As noted above, there were relatively few primary elections in 1968, and the vast majority of delegates were akin to superdelegates who could change their minds up through the convention. Political insiders such as Chicago Mayor Richard Daley wielded far more power to make or break a candidate than today. After the California primary, Daley was just getting ready to endorse Kennedy, as he had waited throughout the spring to see if Kennedy could build nationwide support. While Daley was viewed as a "conservative" Democrat, Daley was far more complicated than that label. For example, Daley was strongly in favor of ending the Vietnam War, which put Daley to the "left" of most establishment Humphrey supporters. Daley also supported most of the Great Society programs of President Lyndon Johnson. Daley had no use for Humphrey and strongly disliked Senator Eugene McCarthy (D-MN), Kennedy's two main challengers.
Separate from Daley, Kennedy had growing support from many in the 1960s student movement, including Tom Hayden, who, like Daley and Kennedy, was of Irish heritage and a strong believer in the Kennedy mystique. Whether Daley personally hated the student radical Hayden is less important than that both wanted to see Kennedy elected. Successful political campaigns often depend upon such strange bedfellows of insiders and younger voters willing to walk precincts, lick envelopes, and fill out rallies. Both Daley and Hayden ended up sitting in different sections of St. Patrick's Cathedral when Bobby Kennedy was being laid to rest. They would have been glad to sit in different sections of the inauguration podium had Kennedy lived.

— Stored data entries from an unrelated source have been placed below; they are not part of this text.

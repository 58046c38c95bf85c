package method

import (
	"fmt"
	"math"
)

// CUSUMChart is a two-sided tabular CUSUM in the units of the data.
// Upper[i] and Lower[i] are the upper and lower sums after point i, both
// >= 0; Decision = H·σ. UpperCount[i] and LowerCount[i] count the points
// since the sum was last zero (the usual estimate of when a shift
// began is the point after the last zero). Beyond lists the points where
// either sum exceeds Decision.
type CUSUMChart struct {
	K, H, Centre, Sigma    float64
	Slack, Decision        float64 // K·σ and H·σ
	Upper, Lower           []float64
	UpperCount, LowerCount []int32
	Beyond                 []int
}

// CUSUM computes the tabular (decision-interval) CUSUM of Page (1954) as
// set out in the NIST/SEMATECH e-Handbook 6.3.2.3 and Montgomery (2009,
// §9.1): C⁺ᵢ = max(0, xᵢ − (centre + Kσ) + C⁺ᵢ₋₁), C⁻ᵢ = max(0, (centre
// − Kσ) − xᵢ + C⁻ᵢ₋₁), starting from 0, with a signal when a sum exceeds
// Hσ. Usual settings: K = 0.5 (to detect a shift of 1σ), H = 4 or 5.
// sigma is the standard deviation of one plotted point.
func CUSUM(x []float64, centre, sigma, k, h float64) (CUSUMChart, error) {
	n := len(x)
	c := CUSUMChart{K: k, H: h, Centre: centre, Sigma: sigma, Slack: k * sigma, Decision: h * sigma,
		Upper: make([]float64, n), Lower: make([]float64, n),
		UpperCount: make([]int32, n), LowerCount: make([]int32, n)}
	_, err := EWMACUSUMScan(x, centre, sigma, 0, 0, k, h, nil, func(i int, up, lo float64, nu, nl int32, beyond bool) {
		c.Upper[i], c.Lower[i], c.UpperCount[i], c.LowerCount[i] = up, lo, nu, nl
		if beyond {
			c.Beyond = append(c.Beyond, i)
		}
	})
	if err != nil {
		return CUSUMChart{}, err
	}
	return c, nil
}

func ctlCheckKH(k, h float64) error {
	if !(k >= 0) || math.IsInf(k, 0) {
		return fmt.Errorf("CUSUM reference value k = %g: it must be a number >= 0", k)
	}
	if !(h > 0) || math.IsInf(h, 0) {
		return fmt.Errorf("CUSUM decision interval h = %g: it must be a positive number", h)
	}
	return nil
}

// CUSUMRunLength holds the average run lengths of a tabular CUSUM.
type CUSUMRunLength struct {
	Upper, Lower float64 // one-sided: the upper sum alone, the lower sum alone
	TwoSided     float64 // 1/TwoSided = 1/Upper + 1/Lower
}

// CUSUMARL returns the average run lengths of a tabular CUSUM with
// reference value k and decision interval h (in standard deviations of one
// point), started at zero, when the mean has shifted by shift standard
// deviations. Each one-sided run length is the Markov chain approximation
// of Brook and Evans (1972) with ctlARLStates states; the two-sided one
// combines them as 1/ARL = 1/ARL⁺ + 1/ARL⁻ (van Dobben de Bruyn 1968;
// Montgomery 2009 §9.1), which is close when the two sums are rarely
// non-zero together.
func CUSUMARL(k, h, shift float64) (CUSUMRunLength, error) {
	if err := ctlCheckKH(k, h); err != nil {
		return CUSUMRunLength{}, err
	}
	if math.IsNaN(shift) || math.IsInf(shift, 0) {
		return CUSUMRunLength{}, fmt.Errorf("shift %g: it must be finite", shift)
	}
	up, err := ctlCUSUMOneSided(k, h, shift)
	if err != nil {
		return CUSUMRunLength{}, err
	}
	lo, err := ctlCUSUMOneSided(k, h, -shift)
	if err != nil {
		return CUSUMRunLength{}, err
	}
	return CUSUMRunLength{Upper: up, Lower: lo, TwoSided: 1 / (1/up + 1/lo)}, nil
}

// ctlCUSUMOneSided: states j = 0..m−1 hold the sum in [(j−½)w, (j+½)w)
// (state 0: [0, w/2)), w = h/(m − ½); the sum leaving [0, h) ends the run.
func ctlCUSUMOneSided(k, h, shift float64) (float64, error) {
	m := ctlARLStates
	w := h / (float64(m) - 0.5)
	a := make([]float64, m*m)
	for i := 0; i < m; i++ {
		ci := float64(i) * w
		for j := 0; j < m; j++ {
			// next sum = ci + X − k with X ~ N(shift, 1)
			var p float64
			if j == 0 {
				p = ctlPhi(w/2 - ci + k - shift)
			} else {
				cj := float64(j) * w
				p = ctlPhiDiff(cj-w/2-ci+k-shift, cj+w/2-ci+k-shift)
			}
			v := -p
			if i == j {
				v += 1
			}
			a[i*m+j] = v
		}
	}
	return ctlSolveARL(a, m, 0)
}

// EWMACUSUMScanAt computes the averages of EWMA (λ = lambda, L = l) and
// the sums of CUSUM (k, h) without keeping them, in one pass with the two
// recursions side by side (each waits on its own previous value, so
// together they take little more time than one). It visits only some
// points, in order: those listed in at (ascending), every point beyond
// the limits (visitE) or beyond H·σ (visitC), and the point after each
// (where a run beyond ends); at a point both visit, visitE first. visitE
// gets the average z; visitC the upper and lower sums and the number of
// points each has been above 0 in a row. A long series costs one tight
// pass and a call per point visited. A scan whose settings are refused
// returns its error and makes no visit; the other still runs.
func EWMACUSUMScanAt(x []float64, centre, sigma, lambda, l, k, h float64, at []int,
	visitE func(i int, z float64, beyond bool), visitC func(i int, up, lo float64, nu, nl int32, beyond bool)) (errE, errC error) {
	return ctlScanEC(x, centre, sigma, lambda, l, k, h, at, false, visitE, visitC)
}

// EWMACUSUMScan is EWMACUSUMScanAt visiting every point, in order (EWMA
// and CUSUM keep them all; a short series draws them all).
func EWMACUSUMScan(x []float64, centre, sigma, lambda, l, k, h float64,
	visitE func(i int, z float64, beyond bool), visitC func(i int, up, lo float64, nu, nl int32, beyond bool)) (errE, errC error) {
	return ctlScanEC(x, centre, sigma, lambda, l, k, h, nil, true, visitE, visitC)
}

// ctlScanEC is EWMACUSUMScanAt, visiting every point when all; a nil
// visit function leaves its scan out.
func ctlScanEC(x []float64, centre, sigma, lambda, l, k, h float64, at []int, all bool,
	visitE func(i int, z float64, beyond bool), visitC func(i int, up, lo float64, nu, nl int32, beyond bool)) (errE, errC error) {
	if !(sigma >= 0) || math.IsInf(sigma, 0) || math.IsNaN(centre) || math.IsInf(centre, 0) {
		err := fmt.Errorf("centre %g and sigma %g: they must be finite, sigma >= 0", centre, sigma)
		return err, err
	}
	if visitE != nil {
		errE = ctlCheckLambdaL(lambda, l)
	}
	if visitC != nil {
		errC = ctlCheckKH(k, h)
	}
	doE, doC := errE == nil && visitE != nil, errC == nil && visitC != nil
	slack := k * sigma
	st := ctlEC{z: centre, a: 1, lambda: lambda, q: (1 - lambda) * (1 - lambda), kk: lambda / (2 - lambda),
		lsig: l * sigma, hi: centre + slack, low: centre - slack, decision: h * sigma, centre: centre}
	next, ai := ctlNextAt(at, 0, all)
	for i := 0; i < len(x); i++ {
		// the points that need no visit pass in a loop without calls
		if i = st.run(x, i, next); i == len(x) {
			break
		}
		here := i == next
		if doE && (st.beyondE || st.wasE || here) {
			visitE(i, st.z, st.beyondE)
		}
		if doC && (st.beyondC || st.wasC || here) {
			visitC(i, st.up, st.lo, st.nu, st.nl, st.beyondC)
		}
		if here {
			next, ai = ctlNextAt(at, ai+1, all)
			if all {
				next = i + 1
			}
		}
		st.wasE, st.wasC = st.beyondE, st.beyondC
	}
	return errE, errC
}

// ctlEC is the state of EWMACUSUMScanAt after a point: the EWMA z with
// its limit's half-width hw ((1−λ)^(2(i+1)) in a), the CUSUM sums and
// counts, whether each is beyond, and whether it was at the point before.
type ctlEC struct {
	z, a, hw, up, lo             float64
	nu, nl                       int32
	beyondE, beyondC, wasE, wasC bool
	lambda, q, kk, lsig          float64
	hi, low, decision, centre    float64
}

// ctlPos is max(0, s) for every s that is not NaN (-0 gives +0), without a
// branch to mispredict and without the call that WebAssembly makes for the
// built-in max of floats: a negative s (sign bit set) has every bit cleared.
func ctlPos(s float64) float64 {
	b := math.Float64bits(s)
	return math.Float64frombits(b &^ uint64(int64(b)>>63))
}

// run advances the state from point from and stops at the first point to
// visit (at next, beyond, or just after a point beyond), returning it
// (len(x) when none is left).
func (s *ctlEC) run(x []float64, from, next int) int {
	z, a, hw, up, lo, nu, nl := s.z, s.a, s.hw, s.up, s.lo, s.nu, s.nl
	wasE, wasC := s.wasE, s.wasC
	lambda, q, kk, lsig, hi, low, decision, centre := s.lambda, s.q, s.kk, s.lsig, s.hi, s.low, s.decision, s.centre
	i := from
	beyondE, beyondC := false, false
	stop := false
	// while (1−λ)^(2(i+1)) is not below the rounding of 1, and at the
	// point after one beyond: the full step (|z − centre| > hw is
	// z − centre > hw || z − centre < −hw, NaN giving false)
	for ; i < len(x) && (1-a != 1 || wasE || wasC); i++ {
		v := x[i]
		z = lambda*v + (1-lambda)*z
		if 1-a != 1 {
			a *= q
			hw = lsig * math.Sqrt(kk*(1-a))
		}
		beyondE = math.Abs(z-centre) > hw
		up = ctlPos(v - hi + up)
		lo = ctlPos(low - v + lo)
		nu = (nu + 1) * int32(ctlU(up > 0))
		nl = (nl + 1) * int32(ctlU(lo > 0))
		beyondC = up > decision || lo > decision
		if beyondE || wasE || beyondC || wasC || i == next {
			stop = true
			break
		}
		wasE, wasC = beyondE, beyondC
	}
	// then hw stays and nothing was beyond at the point before: the same
	// step with fewer tests (most of a long series)
	if !stop {
		for ; i < len(x); i++ {
			v := x[i]
			z = lambda*v + (1-lambda)*z
			beyondE = math.Abs(z-centre) > hw
			up = ctlPos(v - hi + up)
			lo = ctlPos(low - v + lo)
			nu = (nu + 1) * int32(ctlU(up > 0))
			nl = (nl + 1) * int32(ctlU(lo > 0))
			beyondC = up > decision || lo > decision
			if beyondE || beyondC || i == next {
				break
			}
		}
	}
	s.z, s.a, s.hw, s.up, s.lo, s.nu, s.nl = z, a, hw, up, lo, nu, nl
	s.beyondE, s.beyondC, s.wasE, s.wasC = beyondE, beyondC, wasE, wasC
	return i
}
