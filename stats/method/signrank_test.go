package method

import (
	"math"
	"math/rand/v2"
	"slices"
	"sort"
	"testing"
)

// The Walsh-sum selection equals sorting all Walsh sums (twice the Walsh averages) (the
// definition of the Hodges-Lehmann estimate and of the interval's order
// statistics), with and without ties and values equal to the target.
func TestWalshSelectionMatchesSort(t *testing.T) {
	rng := rand.New(rand.NewPCG(31, 32))
	for _, n := range []int{1, 2, 3, 10, 57, 300, 800} {
		for kind := 0; kind < 5; kind++ {
			x := randomSample(rng, kind, n)
			slices.Sort(x)
			mu := x[len(x)/2] // some values equal the target
			a := sort.SearchFloat64s(x, mu)
			b := a
			for b < len(x) && x[b] == mu {
				b++
			}
			z := append(slices.Clone(x[:a]), x[b:]...)
			var all []float64
			for i := range z {
				for j := i; j < len(z); j++ {
					all = append(all, z[i]+z[j])
				}
			}
			slices.Sort(all)
			if len(all) == 0 {
				continue
			}
			w := NewWalshSums(x, a, b)
			if w.N != int64(len(all)) {
				t.Fatalf("total %d, want %d", w.N, len(all))
			}
			for _, k := range []int{0, len(all) / 3, len(all) / 2, len(all) - 1} {
				v, v1 := w.At(int64(k))
				if v != all[k] {
					t.Fatalf("n %d kind %d k %d: %v want %v", n, kind, k, v, all[k])
				}
				if k+1 < len(all) && v1 != all[k+1] {
					t.Fatalf("n %d kind %d k+1 %d: %v want %v", n, kind, k+1, v1, all[k+1])
				}
			}
		}
	}
}

// Exact null distribution of the signed-rank statistic: for n = 3 the sums
// of subsets of {1,2,3} are 0,1,2,3,3,4,5,6 (definition); and R 4.2.2
// psignrank(10, 10) = 0.0419921875, psignrank(3, 10) = 0.0048828125,
// qsignrank(0.025, 10) = 9.
func TestSignRankDistribution(t *testing.T) {
	c := SignRankCounts(3)
	if !slices.Equal(c, []float64{1, 1, 1, 2, 1, 1, 1}) {
		t.Errorf("counts %v", c)
	}
	c = SignRankCounts(10)
	if p := SignRankCDF(c, 10); math.Abs(p-0.0419921875) > 1e-15 || math.Abs(SignRankCDF(c, 3)-0.0048828125) > 1e-15 {
		t.Errorf("psignrank(10, 10) = %v", p)
	}
	if q := SignRankQuantile(c, 0.025); q != 9 {
		t.Errorf("qsignrank(0.025, 10) = %d", q)
	}
}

Humphrey, after Kennedy was killed, stalled in his candidacy throughout June and July 1968. In the days leading up to the late August 1968 Democratic convention, Mayor Daley was desperately trying to convince Ted Kennedy to accept a draft nomination. Daley, speaking for other insiders, was not impressed with Humphrey's drive to win a national campaign. Humphrey had only hesitantly entered the race for the nomination at the end of April 1968--almost a full month after President Lyndon Johnson's shocking announcement on March 31, 1968 that he would not seek re-election. When Humphrey was told, a few hours before Johnson's dramatic public announcement, that he needed to run for president to replace Johnson, Humphrey responded, "There's no way I can beat the Kennedys." By the time Humphrey announced, it was too late for Humphrey to enter and run in any primary elections. In fact, Humphrey's lack of desire to run against Kennedy continued later into the campaign, when, a few days before the California primary, Humphrey told one of his top aides, Ted Van Dyk, that he hoped Bobby would win "decisively" against McCarthy. Humphrey also told Van Dyk that he and Kennedy held the same views about most public policy issues, and said he genuinely liked Kennedy. Publicly, Humphrey voiced doubts about his own candidacy in late May 1968, telling a local broadcast journalist that if Johnson had reconsidered his decision, Humphrey would gladly step aside. Humphrey would also have likely stepped aside rather than have a fight against Kennedy at the convention. For unlike Humphrey, Kennedy had already said to his aides on the night of June 4 that he was prepared to chase his opponent's "ass" around the country to secure delegates.
Senator McCarthy, too erudite and detached, and prone to statements we'd call gaffes today, also failed to secure the support of many Kennedy supporters after Kennedy's death. McCarthy then completely imploded at the beginning of the Democratic Party's convention when he declared it was not a big deal that Russian tanks had invaded Czechoslovakia to overturn the pro-democracy movement in that nation. Worse, from a domestic political perspective, McCarthy released a list of people for his prospective Cabinet that included mostly non-Democrats and establishment "conservatives." McCarthy had ceased being a realistic challenger to Kennedy by the time the polls closed in California on June 4, 1968. Kennedy knew that, and that's why he focused with his aides on Mayor Daley and Humphrey--not McCarthy. McCarthy was a like a badly leaking ship, and nobody really had a chance to immediately notice once Kennedy was killed.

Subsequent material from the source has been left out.